» To do: When you reach the line containing "and list the" in the data below, begin returning lines exactly as written, and stop once the line containing "private static final Pattern NUMBER_AND_UNIT" has been returned.

» Records supplied:

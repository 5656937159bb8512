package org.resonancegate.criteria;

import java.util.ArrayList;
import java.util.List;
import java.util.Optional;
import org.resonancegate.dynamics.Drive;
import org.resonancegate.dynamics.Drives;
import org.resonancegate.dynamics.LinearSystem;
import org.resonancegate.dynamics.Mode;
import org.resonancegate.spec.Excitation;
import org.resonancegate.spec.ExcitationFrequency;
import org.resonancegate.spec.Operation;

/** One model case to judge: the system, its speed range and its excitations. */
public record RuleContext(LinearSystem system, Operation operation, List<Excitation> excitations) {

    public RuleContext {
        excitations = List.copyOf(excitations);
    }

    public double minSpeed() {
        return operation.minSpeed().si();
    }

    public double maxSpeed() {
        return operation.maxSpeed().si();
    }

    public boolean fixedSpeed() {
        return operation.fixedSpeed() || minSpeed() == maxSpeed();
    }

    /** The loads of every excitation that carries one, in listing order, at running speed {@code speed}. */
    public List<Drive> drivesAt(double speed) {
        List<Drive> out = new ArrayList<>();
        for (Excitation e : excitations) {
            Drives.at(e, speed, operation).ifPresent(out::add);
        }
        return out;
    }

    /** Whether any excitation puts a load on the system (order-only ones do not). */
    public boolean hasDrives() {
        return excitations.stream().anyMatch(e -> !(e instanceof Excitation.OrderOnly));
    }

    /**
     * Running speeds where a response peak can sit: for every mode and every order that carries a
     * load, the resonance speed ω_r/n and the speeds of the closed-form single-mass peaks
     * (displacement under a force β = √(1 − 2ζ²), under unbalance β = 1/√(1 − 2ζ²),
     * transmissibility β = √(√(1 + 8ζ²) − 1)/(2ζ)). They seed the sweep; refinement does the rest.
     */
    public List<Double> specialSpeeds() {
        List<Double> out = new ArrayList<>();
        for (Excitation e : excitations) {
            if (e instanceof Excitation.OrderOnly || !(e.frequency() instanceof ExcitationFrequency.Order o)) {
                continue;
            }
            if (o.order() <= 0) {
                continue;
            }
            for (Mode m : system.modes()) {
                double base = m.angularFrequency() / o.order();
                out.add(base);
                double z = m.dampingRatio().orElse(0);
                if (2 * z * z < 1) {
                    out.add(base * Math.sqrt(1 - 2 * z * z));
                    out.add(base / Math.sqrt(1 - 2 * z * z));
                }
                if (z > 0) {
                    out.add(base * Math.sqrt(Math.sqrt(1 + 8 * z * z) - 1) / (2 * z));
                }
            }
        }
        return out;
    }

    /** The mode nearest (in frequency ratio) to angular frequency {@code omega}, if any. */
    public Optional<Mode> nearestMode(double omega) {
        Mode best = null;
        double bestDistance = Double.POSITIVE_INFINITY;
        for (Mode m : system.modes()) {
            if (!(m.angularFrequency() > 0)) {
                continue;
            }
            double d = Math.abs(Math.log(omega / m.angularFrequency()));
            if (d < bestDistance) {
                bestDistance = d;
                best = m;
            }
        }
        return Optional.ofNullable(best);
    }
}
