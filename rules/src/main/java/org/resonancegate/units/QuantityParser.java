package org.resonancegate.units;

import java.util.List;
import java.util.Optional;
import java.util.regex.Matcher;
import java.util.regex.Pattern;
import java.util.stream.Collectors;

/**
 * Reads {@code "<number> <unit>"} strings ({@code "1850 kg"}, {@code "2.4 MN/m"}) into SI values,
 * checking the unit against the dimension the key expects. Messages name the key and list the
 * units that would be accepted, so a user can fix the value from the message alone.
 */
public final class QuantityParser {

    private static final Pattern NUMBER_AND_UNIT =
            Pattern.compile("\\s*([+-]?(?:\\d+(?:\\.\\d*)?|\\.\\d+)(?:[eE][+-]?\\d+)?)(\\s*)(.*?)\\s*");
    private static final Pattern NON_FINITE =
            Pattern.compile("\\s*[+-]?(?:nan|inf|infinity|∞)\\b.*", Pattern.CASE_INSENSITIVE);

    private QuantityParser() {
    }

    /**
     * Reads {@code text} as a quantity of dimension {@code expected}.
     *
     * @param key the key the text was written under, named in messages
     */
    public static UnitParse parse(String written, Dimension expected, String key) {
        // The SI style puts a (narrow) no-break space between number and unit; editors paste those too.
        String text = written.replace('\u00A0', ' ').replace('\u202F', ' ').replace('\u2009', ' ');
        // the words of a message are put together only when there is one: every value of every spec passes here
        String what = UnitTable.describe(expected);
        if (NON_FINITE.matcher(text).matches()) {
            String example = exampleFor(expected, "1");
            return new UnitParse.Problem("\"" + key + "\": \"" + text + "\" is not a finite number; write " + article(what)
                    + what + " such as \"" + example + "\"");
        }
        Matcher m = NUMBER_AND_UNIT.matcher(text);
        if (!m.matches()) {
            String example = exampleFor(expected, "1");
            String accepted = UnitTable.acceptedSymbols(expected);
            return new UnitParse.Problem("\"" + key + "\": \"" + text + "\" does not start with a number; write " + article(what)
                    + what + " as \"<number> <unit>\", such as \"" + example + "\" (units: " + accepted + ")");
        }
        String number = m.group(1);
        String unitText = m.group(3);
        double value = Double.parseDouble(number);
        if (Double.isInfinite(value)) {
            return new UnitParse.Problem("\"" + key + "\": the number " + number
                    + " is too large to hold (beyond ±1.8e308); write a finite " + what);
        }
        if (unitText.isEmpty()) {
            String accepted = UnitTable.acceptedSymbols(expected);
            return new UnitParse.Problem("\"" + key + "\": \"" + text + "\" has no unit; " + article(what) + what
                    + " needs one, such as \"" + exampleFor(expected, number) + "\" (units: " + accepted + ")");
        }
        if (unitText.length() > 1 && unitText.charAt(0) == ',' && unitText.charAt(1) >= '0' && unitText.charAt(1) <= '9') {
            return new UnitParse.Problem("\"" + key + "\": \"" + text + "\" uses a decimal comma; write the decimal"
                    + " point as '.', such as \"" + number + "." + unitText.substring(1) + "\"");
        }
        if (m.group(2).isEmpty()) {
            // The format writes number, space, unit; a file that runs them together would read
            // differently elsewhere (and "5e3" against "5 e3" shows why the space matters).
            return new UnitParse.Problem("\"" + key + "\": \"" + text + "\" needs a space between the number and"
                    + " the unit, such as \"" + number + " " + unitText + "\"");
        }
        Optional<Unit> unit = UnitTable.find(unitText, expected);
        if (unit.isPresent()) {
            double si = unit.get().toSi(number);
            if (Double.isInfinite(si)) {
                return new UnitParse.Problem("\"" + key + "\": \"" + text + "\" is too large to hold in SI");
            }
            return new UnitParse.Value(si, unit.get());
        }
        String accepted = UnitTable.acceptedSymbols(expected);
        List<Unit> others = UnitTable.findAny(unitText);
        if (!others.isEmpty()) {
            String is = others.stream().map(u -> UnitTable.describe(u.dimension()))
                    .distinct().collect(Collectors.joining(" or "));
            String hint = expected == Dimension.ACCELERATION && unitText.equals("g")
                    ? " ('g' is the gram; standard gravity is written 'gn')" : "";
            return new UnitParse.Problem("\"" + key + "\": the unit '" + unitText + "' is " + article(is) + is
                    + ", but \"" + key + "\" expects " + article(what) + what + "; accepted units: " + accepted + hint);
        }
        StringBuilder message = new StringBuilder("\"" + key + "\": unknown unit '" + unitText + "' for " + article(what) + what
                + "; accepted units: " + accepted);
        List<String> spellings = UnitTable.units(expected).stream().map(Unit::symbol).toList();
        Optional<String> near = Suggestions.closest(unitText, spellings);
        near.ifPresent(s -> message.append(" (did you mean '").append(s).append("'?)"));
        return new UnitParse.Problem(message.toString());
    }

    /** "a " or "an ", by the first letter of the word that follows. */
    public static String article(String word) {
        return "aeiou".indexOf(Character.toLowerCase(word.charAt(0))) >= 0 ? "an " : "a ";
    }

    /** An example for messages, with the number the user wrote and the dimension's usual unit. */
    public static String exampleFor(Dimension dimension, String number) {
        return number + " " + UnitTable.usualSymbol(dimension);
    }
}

» Answer to the exercise:
 * checking the unit against the dimension the key expects. Messages name the key and list the
 * units that would be accepted, so a user can fix the value from the message alone.
 */
public final class QuantityParser {

    private static final Pattern NUMBER_AND_UNIT =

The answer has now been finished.